* _Given records_
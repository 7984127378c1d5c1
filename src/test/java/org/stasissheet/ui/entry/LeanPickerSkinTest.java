package org.stasissheet.ui.entry;

import static org.junit.jupiter.api.Assertions.assertEquals;
import static org.junit.jupiter.api.Assertions.assertTrue;

import java.util.List;
import javafx.beans.property.SimpleStringProperty;
import javafx.beans.property.StringProperty;
import javafx.scene.Node;
import javafx.scene.Scene;
import javafx.scene.control.ComboBox;
import javafx.scene.control.ListView;
import javafx.scene.control.skin.ComboBoxListViewSkin;
import javafx.scene.layout.HBox;
import javafx.scene.layout.VBox;
import javafx.scene.text.Text;
import javafx.stage.Stage;
import org.junit.jupiter.api.DisplayName;
import org.junit.jupiter.api.Test;
import org.junit.jupiter.api.extension.ExtendWith;
import org.stasissheet.ui.FormHarness;
import org.testfx.api.FxRobot;
import org.testfx.framework.junit5.ApplicationExtension;
import org.testfx.framework.junit5.Start;
import org.testfx.util.WaitForAsyncUtils;

/**
 * The entry side's pickers without their closed list in the window: next to a picker with JavaFX's own skin, the
 * same width, the list only in the pop-up, and picking still works both ways.
 */
@ExtendWith(ApplicationExtension.class)
class LeanPickerSkinTest {
    final StringProperty code = new SimpleStringProperty("");
    final List<Choice> choices = FormFields.byPath("findings.neurologicalGrade").orElseThrow().choices();
    ComboBox<Choice> lean;
    ComboBox<Choice> plain;

    @Start
    void start(Stage stage) {
        lean = new ComboBox<>();
        PickerBinding.bind(lean, code, choices, Choice::code, Choice::unrecognised, Choice::label, Choice::label);
        // the same picker with JavaFX's own skin, for the width it would have had
        plain = new ComboBox<>();
        plain.getItems().setAll(choices);
        plain.getSelectionModel().select(0);
        plain.setButtonCell(new javafx.scene.control.ListCell<>() {
            @Override
            protected void updateItem(Choice item, boolean empty) {
                super.updateItem(item, empty);
                setText(empty || item == null ? null : item.label());
            }
        });
        plain.setSkin(new ComboBoxListViewSkin<>(plain));
        stage.setScene(new Scene(new VBox(new HBox(lean), new HBox(plain)), 900, 300));
        stage.show();
    }

    private static boolean listInside(Node picker) {
        return picker instanceof javafx.scene.Parent p && !p.lookupAll(".list-view").isEmpty();
    }

    @Test
    @DisplayName("closed, the list is not in the window (JavaFX's own skin keeps it there), and picking works")
    void closedListStaysOut(FxRobot robot) throws Exception {
        assertTrue(listInside(plain), "sanity: JavaFX's skin keeps its list inside the picker");
        assertTrue(lean.getSkin() instanceof LeanPickerSkin, "bound pickers get the lean skin");
        assertTrue(!listInside(lean), "the lean picker does not");
        FormHarness.fx(() -> lean.setValue(choices.get(2)));
        assertEquals(choices.get(2).code(), code.get(), "a pick reaches the form");
        FormHarness.fx(() -> code.set(choices.get(1).code()));
        assertEquals(choices.get(1), lean.getValue(), "and the form reaches the picker");
    }

    @Test
    @DisplayName("opened, the list shows every choice in its pop-up; a click on one picks it")
    void openedListPicks(FxRobot robot) throws Exception {
        FormHarness.fx(lean::show);
        WaitForAsyncUtils.waitForFxEvents();
        ListView<?> list = (ListView<?>) ((ComboBoxListViewSkin<?>) lean.getSkin()).getPopupContent();
        assertTrue(list.getScene() != null && list.getScene().getWindow().isShowing(), "in the shown pop-up");
        assertEquals(choices.size(), list.getItems().size());
        Choice last = choices.get(choices.size() - 1);
        robot.clickOn(last.label());
        WaitForAsyncUtils.waitForFxEvents();
        assertEquals(last.code(), code.get());
        assertTrue(!lean.isShowing(), "the pop-up closed on the pick");
    }

    @Test
    @DisplayName("as wide as JavaFX's own picker, at least the widest choice, and it keeps its width on another pick")
    void widthOfTheWidestChoice() throws Exception {
        double[] widths = new double[3];
        FormHarness.fx(() -> {
            widths[0] = lean.prefWidth(-1);
            widths[1] = plain.prefWidth(-1);
            Text widest = new Text(choices.stream().map(Choice::label)
                    .max(java.util.Comparator.comparingDouble(s -> {
                        Text t = new Text(s);
                        t.setFont(lean.getButtonCell().getFont());
                        return t.getLayoutBounds().getWidth();
                    })).orElseThrow());
            widest.setFont(lean.getButtonCell().getFont());
            widths[2] = widest.getLayoutBounds().getWidth();
        });
        assertTrue(widths[0] >= widths[2], "room for the widest choice: " + widths[0] + " < " + widths[2]);
        assertEquals(widths[1], widths[0], 24, "about the width JavaFX's own skin gives it");
        FormHarness.fx(() -> lean.setValue(choices.get(choices.size() - 1)));
        double[] after = new double[1];
        FormHarness.fx(() -> after[0] = lean.prefWidth(-1));
        assertEquals(widths[0], after[0], 0.5, "the same width after another pick");
    }
}
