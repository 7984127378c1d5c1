package org.stasissheet.ui.entry;

import static org.junit.jupiter.api.Assertions.assertEquals;
import static org.junit.jupiter.api.Assertions.assertTrue;

import java.util.HashSet;
import java.util.Set;
import org.junit.jupiter.api.DisplayName;
import org.junit.jupiter.api.Test;
import org.junit.jupiter.params.ParameterizedTest;
import org.junit.jupiter.params.provider.CsvSource;
import org.stasissheet.measure.Analyte;

class FormFieldsTest {
    @ParameterizedTest(name = "{0} belongs to {1}")
    @CsvSource({
        "labs.wbc, labs.wbc",
        "labs.wbc.unit, labs.wbc",
        "labs.serumViscosity.temperature.value, labs.serumViscosity.temperature",
        "labs.serumViscosity.value, labs.serumViscosity",
        "patient.height.value, patient.height",
        "findings.seizure, findings.seizure",
    })
    @DisplayName("a reader message goes to the field with the longest matching path")
    void owning(String problemPath, String fieldPath) {
        assertEquals(fieldPath, FormFields.owning(problemPath).orElseThrow().path());
    }

    @Test
    @DisplayName("whole-file problems and unknown keys belong to no field")
    void unowned() {
        assertTrue(FormFields.owning("$").isEmpty());
        assertTrue(FormFields.owning("labs.wbcc").isEmpty());
        assertTrue(FormFields.owning("labs").isEmpty());
    }

    @Test
    @DisplayName("every lab analyte has a field under labs and under baseline, and paths are unique")
    void everyAnalyte() {
        for (Analyte a : Analyte.labs()) {
            assertTrue(FormFields.byPath("labs." + a.key()).isPresent(), a.key());
            assertTrue(FormFields.byPath("baseline." + a.key()).isPresent(), a.key());
        }
        Set<String> paths = new HashSet<>();
        FormFields.all().forEach(f -> assertTrue(paths.add(f.path()), f.path()));
    }
}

* _Task instructions_
Reproduce the entire listing above exactly, leaving nothing out.

* _Task solution_
repository 7984127378c1d5c1
filename src/test/java/org/stasissheet/ui/entry/LeanPickerSkinTest.java
package org.stasissheet.ui.entry;

import static org.junit.jupiter.api.Assertions.assertEquals;
import static org.junit.jupiter.api.Assertions.assertTrue;

import java.util.List;
import javafx.beans.property.SimpleStringProperty;
import javafx.beans.property.StringProperty;
import javafx.scene.Node;
import javafx.scene.Scene;
import javafx.scene.control.ComboBox;
import javafx.scene.control.ListView;
import javafx.scene.control.skin.ComboBoxListViewSkin;
import javafx.scene.layout.HBox;
import javafx.scene.layout.VBox;
import javafx.scene.text.Text;
import javafx.stage.Stage;
import org.junit.jupiter.api.DisplayName;
import org.junit.jupiter.api.Test;
import org.junit.jupiter.api.extension.ExtendWith;
import org.stasissheet.ui.FormHarness;
import org.testfx.api.FxRobot;
import org.testfx.framework.junit5.ApplicationExtension;
import org.testfx.framework.junit5.Start;
import org.testfx.util.WaitForAsyncUtils;

/**
 * The entry side's pickers without their closed list in the window: next to a picker with JavaFX's own skin, the
 * same width, the list only in the pop-up, and picking still works both ways.
 */
@ExtendWith(ApplicationExtension.class)
class LeanPickerSkinTest {
    final StringProperty code = new SimpleStringProperty("");
    final List<Choice> choices = FormFields.byPath("findings.neurologicalGrade").orElseThrow().choices();
    ComboBox<Choice> lean;
    ComboBox<Choice> plain;

    @Start
    void start(Stage stage) {
        lean = new ComboBox<>();
        PickerBinding.bind(lean, code, choices, Choice::code, Choice::unrecognised, Choice::label, Choice::label);
        // the same picker with JavaFX's own skin, for the width it would have had
        plain = new ComboBox<>();
        plain.getItems().setAll(choices);
        plain.getSelectionModel().select(0);
        plain.setButtonCell(new javafx.scene.control.ListCell<>() {
            @Override
            protected void updateItem(Choice item, boolean empty) {
                super.updateItem(item, empty);
                setText(empty || item == null ? null : item.label());
            }
        });
        plain.setSkin(new ComboBoxListViewSkin<>(plain));
        stage.setScene(new Scene(new VBox(new HBox(lean), new HBox(plain)), 900, 300));
        stage.show();
    }

    private static boolean listInside(Node picker) {
        return picker instanceof javafx.scene.Parent p && !p.lookupAll(".list-view").isEmpty();
    }

    @Test
    @DisplayName("closed, the list is not in the window (JavaFX's own skin keeps it there), and picking works")
    void closedListStaysOut(FxRobot robot) throws Exception {
        assertTrue(listInside(plain), "sanity: JavaFX's skin keeps its list inside the picker");
        assertTrue(lean.getSkin() instanceof LeanPickerSkin, "bound pickers get the lean skin");
        assertTrue(!listInside(lean), "the lean picker does not");
        FormHarness.fx(() -> lean.setValue(choices.get(2)));
        assertEquals(choices.get(2).code(), code.get(), "a pick reaches the form");
        FormHarness.fx(() -> code.set(choices.get(1).code()));
        assertEquals(choices.get(1), lean.getValue(), "and the form reaches the picker");
    }

    @Test
    @DisplayName("opened, the list shows every choice in its pop-up; a click on one picks it")
    void openedListPicks(FxRobot robot) throws Exception {
        FormHarness.fx(lean::show);
        WaitForAsyncUtils.waitForFxEvents();
        ListView<?> list = (ListView<?>) ((ComboBoxListViewSkin<?>) lean.getSkin()).getPopupContent();
        assertTrue(list.getScene() != null && list.getScene().getWindow().isShowing(), "in the shown pop-up");
        assertEquals(choices.size(), list.getItems().size());
        Choice last = choices.get(choices.size() - 1);
        robot.clickOn(last.label());
        WaitForAsyncUtils.waitForFxEvents();
        assertEquals(last.code(), code.get());
        assertTrue(!lean.isShowing(), "the pop-up closed on the pick");
    }

    @Test
    @DisplayName("as wide as JavaFX's own picker, at least the widest choice, and it keeps its width on another pick")
    void widthOfTheWidestChoice() throws Exception {
        double[] widths = new double[3];
        FormHarness.fx(() -> {
            widths[0] = lean.prefWidth(-1);
            widths[1] = plain.prefWidth(-1);
            Text widest = new Text(choices.stream().map(Choice::label)
                    .max(java.util.Comparator.comparingDouble(s -> {
                        Text t = new Text(s);
                        t.setFont(lean.getButtonCell().getFont());
                        return t.getLayoutBounds().getWidth();
                    })).orElseThrow());
            widest.setFont(lean.getButtonCell().getFont());
            widths[2] = widest.getLayoutBounds().getWidth();
        });
        assertTrue(widths[0] >= widths[2], "room for the widest choice: " + widths[0] + " < " + widths[2]);
        assertEquals(widths[1], widths[0], 24, "about the width JavaFX's own skin gives it");
        FormHarness.fx(() -> lean.setValue(choices.get(choices.size() - 1)));
        double[] after = new double[1];
        FormHarness.fx(() -> after[0] = lean.prefWidth(-1));
        assertEquals(widths[0], after[0], 0.5, "the same width after another pick");
    }
}
repository 7984127378c1d5c1
package org.stasissheet.ui.entry;

import static org.junit.jupiter.api.Assertions.assertEquals;
import static org.junit.jupiter.api.Assertions.assertTrue;

import java.util.HashSet;
import java.util.Set;
import org.junit.jupiter.api.DisplayName;
import org.junit.jupiter.api.Test;
import org.junit.jupiter.params.ParameterizedTest;
import org.junit.jupiter.params.provider.CsvSource;
import org.stasissheet.measure.Analyte;

class FormFieldsTest {
    @ParameterizedTest(name = "{0} belongs to {1}")
    @CsvSource({
        "labs.wbc, labs.wbc",
        "labs.wbc.unit, labs.wbc",
        "labs.serumViscosity.temperature.value, labs.serumViscosity.temperature",
        "labs.serumViscosity.value, labs.serumViscosity",
        "patient.height.value, patient.height",
        "findings.seizure, findings.seizure",
    })
    @DisplayName("a reader message goes to the field with the longest matching path")
    void owning(String problemPath, String fieldPath) {
        assertEquals(fieldPath, FormFields.owning(problemPath).orElseThrow().path());
    }

    @Test
    @DisplayName("whole-file problems and unknown keys belong to no field")
    void unowned() {
        assertTrue(FormFields.owning("$").isEmpty());
        assertTrue(FormFields.owning("labs.wbcc").isEmpty());
        assertTrue(FormFields.owning("labs").isEmpty());
    }

    @Test
    @DisplayName("every lab analyte has a field under labs and under baseline, and paths are unique")
    void everyAnalyte() {
        for (Analyte a : Analyte.labs()) {
            assertTrue(FormFields.byPath("labs." + a.key()).isPresent(), a.key());
            assertTrue(FormFields.byPath("baseline." + a.key()).isPresent(), a.key());
        }
        Set<String> paths = new HashSet<>();
        FormFields.all().forEach(f -> assertTrue(paths.add(f.path()), f.path()));
    }
}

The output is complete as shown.